What to do:
Exact repetition, please: start with the line where "from app.cli.intake_commands import" appears and stop after the final line of the records.

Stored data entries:
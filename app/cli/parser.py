"""The `helmshift` argument parser and `main`: every subcommand, its options and help texts."""

from __future__ import annotations

import argparse
import getpass
import sys
from collections.abc import Sequence

from app import __version__
from app.cli.analysis_commands import (
    cmd_bootstrap,
    cmd_coverage,
    cmd_export,
    cmd_fit,
    cmd_robustness,
    cmd_run_check,
    cmd_run_export,
    quick_fit,
)
from app.cli.common import (
    _OPENED,
    EXIT_FAILED,
    EXIT_USAGE,
    CommandError,
    _emit,
    _store,
)
from app.cli.intake_commands import (
    cmd_import,
    cmd_mapping_export,
    cmd_mapping_import,
    cmd_serve,
    cmd_universe_derive,
    cmd_universe_import,
)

Response box:
from app.cli.intake_commands import (
    cmd_import,
    cmd_mapping_export,
    cmd_mapping_import,
    cmd_serve,
    cmd_universe_derive,
    cmd_universe_import,
)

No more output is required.